I think I would have been more motivated to keep it up if I was seeing fast, dramatic results, but as a busy, impatient person I started to get a bit bored once the initial results seemed to plateau. 

Finally, it’s worth noting that the effects of the Dermawand are not permanent. How long they last is personal, but I found that around a week after stopping daily use my skin already looked a little less bright and fresh.

  • Dermawand, £89.99 from Boots – buy here

Where to buy the Dermawand

The Dermawand costs £89 from Boots – less than at many other retailers (some charge over £100). It is an investment, but if you used it even for just a month, that’s less than £1.50 per session. It’s about the same price as a facial at a very swanky spa. 
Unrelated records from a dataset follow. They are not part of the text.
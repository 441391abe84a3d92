"""Tests for the ``rare_classes`` step.

References: class sizes are counted independently with ``collections.Counter``
(Python standard library); the default threshold 7 for 0.8/0.1/0.1 is worked out by
hand with the largest remainder (Hamilton) method that ``prep.split.allocate`` uses:
6 rows -> 4.8/0.6/0.6 -> floors 4/0/0, the two leftover rows go to the largest
remainders 0.8 and 0.6 (train, validation) -> 5/1/0, so test gets none; 7 rows ->
5.6/0.7/0.7 -> 5/0/0, leftovers to 0.7, 0.7 -> 5/1/1.
"""

from __future__ import annotations

from collections import Counter

import polars as pl
import pytest
from polars.testing import assert_frame_equal

from prep.config import ConfigError, build
from prep.ledger import LEDGER_SCHEMA
from prep.steps.rare_classes import NAME, TRAIN_ONLY_COLUMN, Config, apply


def run(table, ctx, **config):
    return apply(table, build(Config, config, "rare_classes"), ctx)


def assert_accounted(table: pl.DataFrame, result: pl.DataFrame, ledger: pl.DataFrame) -> None:
    """Every input row is in the result or in the ledger, exactly once, in input order."""
    ids = table.get_column("row_id").to_list()
    out_ids = result.get_column("row_id").to_list()
    led_ids = ledger.get_column("row_id").to_list()
    assert sorted(out_ids + led_ids) == sorted(ids)
    assert len(set(out_ids + led_ids)) == len(ids)
    assert out_ids == [r for r in ids if r in set(out_ids)]


def labelled(counts: dict[str | None, int], *, extra: bool = True) -> list[dict]:
    """Rows interleaving the classes (so order matters), with a text column and non-ASCII."""
    rows = []
    left = dict(counts)
    i = 0
    while any(left.values()):
        for lab in list(left):
            if left[lab]:
                row = {"title": f"Tícket {i}", "body": "", "label": lab}
                if extra:
                    row["customer"] = None if i % 2 else "someone@example.org"
                rows.append(row)
                left[lab] -= 1
                i += 1
    return rows


COUNTS = {"billing": 9, "Fundsachen": 7, "accès": 6, "damage": 2, None: 3}


def test_default_threshold_sets_aside_classes_below_seven(make_table, make_ctx):
    rows = labelled(COUNTS)
    table = make_table(rows)
    ctx = make_ctx(NAME)
    result = run(table, ctx)

    # Reference: Counter over the raw rows; threshold 7 worked out by hand (module docstring).
    sizes = Counter(r["label"] for r in rows if r["label"] is not None)
    rare = {c for c, n in sizes.items() if n < 7}
    assert rare == {"accès", "damage"}
    assert_frame_equal(result, table.filter(~pl.col("label").is_in(sorted(rare)).fill_null(False)))

    ledger = ctx.ledger.frame()
    aside = [r for r in rows if r["label"] in rare]
    assert ledger.height == len(aside)
    assert set(ledger.get_column("reason").to_list()) == {"rare_class"}
    details = dict(zip(ledger.get_column("row_id").to_list(), ledger.get_column("detail").to_list()))
    for row_id, row in zip(table.get_column("row_id").to_list(), rows):
        if row["label"] in rare:
            assert details[row_id] == f"class has {sizes[row['label']]} rows, fewer than 7"
    assert ctx.facts["min_rows"] == 7
    assert ctx.facts["classes"] == [
        {"class": "accès", "rows": 6, "action": "set_aside"},
        {"class": "damage", "rows": 2, "action": "set_aside"},
    ]
    assert_accounted(table, result, ledger)


def test_null_labels_are_left_alone_and_not_a_class(make_table, make_ctx):
    table = make_table([{"title": "x", "label": None}] * 3 + [{"title": "y", "label": "only"}])
    ctx = make_ctx(NAME)
    result = run(table, ctx)
    assert result.get_column("row_id").to_list() == ["t:0", "t:1", "t:2"]
    expected_ledger = pl.DataFrame(
        {
            "row_id": ["t:3"],
            "source": ["t"],
            "source_row": [3],
            "step": [NAME],
            "reason": ["rare_class"],
            "detail": ["class has 1 rows, fewer than 7"],
            "kept_row_id": [None],
            "similarity": [None],
        },
        schema=LEDGER_SCHEMA,
    )
    assert_frame_equal(ctx.ledger.frame(), expected_ledger)


def test_empty_string_label_is_a_class_like_any_other(make_table, make_ctx):
    # "" is a value, not a missing label: the missing step decides about it, not this one.
    table = make_table([{"label": ""}] * 2 + [{"label": "a"}] * 7)
    ctx = make_ctx(NAME)
    result = run(table, ctx)
    assert result.get_column("label").to_list() == ["a"] * 7
    assert ctx.facts["classes"] == [{"class": "", "rows": 2, "action": "set_aside"}]


@pytest.mark.parametrize(
    ("fractions", "threshold"),
    [
        ({"train": 0.8, "validation": 0.1, "test": 0.1}, 7),   # by hand, see module docstring
        # 0.7/0.15/0.15: n=3 -> 2.1/0.45/0.45 -> 2/0/0 + one leftover to validation -> 2/1/0;
        # n=4 -> 2.8/0.6/0.6 -> 2/0/0 + two leftovers: train (0.8), validation (0.6) -> 3/1/0;
        # n=5 -> 3.5/0.75/0.75 -> 3/0/0 + two leftovers to validation, test -> 3/1/1.
        ({"train": 0.7, "validation": 0.15, "test": 0.15}, 5),
        # 0.9/0.1/0 (no test split): validation first gets a row at n=6 -> 5.4/0.6 -> 5/0 + the
        # leftover to the larger remainder 0.6 -> 5/1; at n=5 the remainders tie at 0.5 and
        # the tie goes to train (position) -> 5/0; below that train's remainder is larger.
        ({"train": 0.9, "validation": 0.1, "test": 0.0}, 6),
    ],
)
def test_min_rows_follows_split_fractions(make_table, make_ctx, fractions, threshold):
    ctx = make_ctx(NAME, split_fractions=fractions)
    run(make_table([{"label": "a"}]), ctx)
    assert ctx.facts["min_rows"] == threshold


def test_explicit_min_rows_boundary(make_table, make_ctx):
    table = make_table([{"label": "a"}] * 3 + [{"label": "b"}] * 2)
    ctx = make_ctx(NAME)
    result = run(table, ctx, min_rows=3)
    # 3 rows is not fewer than 3: kept; 2 is.
    assert result.get_column("label").to_list() == ["a"] * 3
    assert ctx.facts["min_rows"] == 3


def test_merge_relabels_and_reports(make_table, make_ctx):
    rows = labelled(COUNTS)
    table = make_table(rows)
    ctx = make_ctx(NAME)
    result = run(table, ctx, policy="merge", merge_into="other")

    expected = table.with_columns(
        pl.when(pl.col("label").is_in(["accès", "damage"]))
        .then(pl.lit("other"))
        .otherwise(pl.col("label"))
        .alias("label")
    )
    assert_frame_equal(result, expected)
    assert len(ctx.ledger) == 0
    # 6 + 2 = 8 rows of "other", not below 7.
    assert ctx.facts["merge"] == {
        "into": "other", "from": ["accès", "damage"], "rows_moved": 8, "rows_after": 8, "below_min_rows": False
    }
    assert [c["action"] for c in ctx.facts["classes"]] == ["merged", "merged"]
    assert_accounted(table, result, ctx.ledger.frame())


def test_merge_still_below_minimum_is_reported_not_repeated(make_table, make_ctx):
    table = make_table([{"label": "a"}] * 2 + [{"label": "b"}] * 3 + [{"label": "big"}] * 7)
    ctx = make_ctx(NAME)
    result = run(table, ctx, policy="merge", merge_into="b")
    # "b" is rare itself: it takes a's 2 rows and has 5 < 7; nothing else happens.
    assert Counter(result.get_column("label").to_list()) == Counter({"b": 5, "big": 7})
    assert ctx.facts["merge"]["below_min_rows"] is True
    assert ctx.facts["merge"]["rows_after"] == 5
    assert ctx.facts["classes"] == [
        {"class": "a", "rows": 2, "action": "merged"},
        {"class": "b", "rows": 3, "action": "merge_target"},
    ]


def test_train_only_marks_rows(make_table, make_ctx):
    rows = labelled(COUNTS)
    table = make_table(rows)
    ctx = make_ctx(NAME)
    result = run(table, ctx, policy="train_only")
    expected = table.with_columns(
        pl.Series(TRAIN_ONLY_COLUMN, [r["label"] in {"accès", "damage"} for r in rows], dtype=pl.Boolean)
    )
    assert_frame_equal(result, expected)
    assert len(ctx.ledger) == 0


def test_train_only_keeps_existing_marks(make_table, make_ctx):
    table = make_table([{"label": "a"}, {"label": "b"}] + [{"label": "b"}] * 7).with_columns(
        pl.Series(TRAIN_ONLY_COLUMN, [False, True] + [False] * 6 + [None], dtype=pl.Boolean)
    )
    result = run(table, make_ctx(NAME), policy="train_only")
    assert result.get_column(TRAIN_ONLY_COLUMN).to_list() == [True, True] + [False] * 7


def test_nothing_rare_changes_nothing(make_table, make_ctx):
    table = make_table([{"label": "a"}] * 7)
    for policy, extra in (("set_aside", {}), ("merge", {"merge_into": "z"})):
        ctx = make_ctx(NAME)
        result = run(table, ctx, policy=policy, **extra)
        assert_frame_equal(result, table)
        assert ctx.facts["classes"] == []


def test_empty_table(make_table, make_ctx):
    table = make_table([], columns=["label"])
    ctx = make_ctx(NAME)
    assert_frame_equal(run(table, ctx), table)


def test_config_checks():
    assert build(Config, None, "x") == Config()
    with pytest.raises(ConfigError) as err:
        build(Config, {"policy": "merge"}, "steps[4].rare_classes")
    assert err.value.path == "steps[4].rare_classes.merge_into"
    with pytest.raises(ConfigError):
        build(Config, {"merge_into": "other"}, "x")
    with pytest.raises(ConfigError):
        build(Config, {"min_rows": 0}, "x")
    with pytest.raises(ConfigError):
        build(Config, {"policy": "drop"}, "x")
Dermawand review: the verdict

After using the Dermawand for nearly a month, I could see a difference in my skin. It looked smoother and brighter, and my forehead and cheeks looked and felt a bit lifted.

However, how much of that was down to the device itself and how much was thanks to the fact that I was moisturising three times as much with my pricey face cream? I couldn’t exactly say.

On the whole, I do feel like the device has some kind of effect. It might not be a total miracle maker — at least not on my skin after just a month of use – but I’d be happy to continue using it to see what it can do in the long term. 

Does that mean I’m going to religiously stick to the twice-a-day routine forever more? 

Honestly, I don’t think I can. My schedule is just a bit too erratic, so it’s more realistic for me to aim to do it 50% of the time rather than 100%.

Then, when I have an important event coming up – say a wedding or a holiday – I’d ramp up use in the weeks before. Combined with the rest of my existing skincare regime, which includes quality moisturisers and regular exfoliation, I think it will make my late-30s skin look 10/10.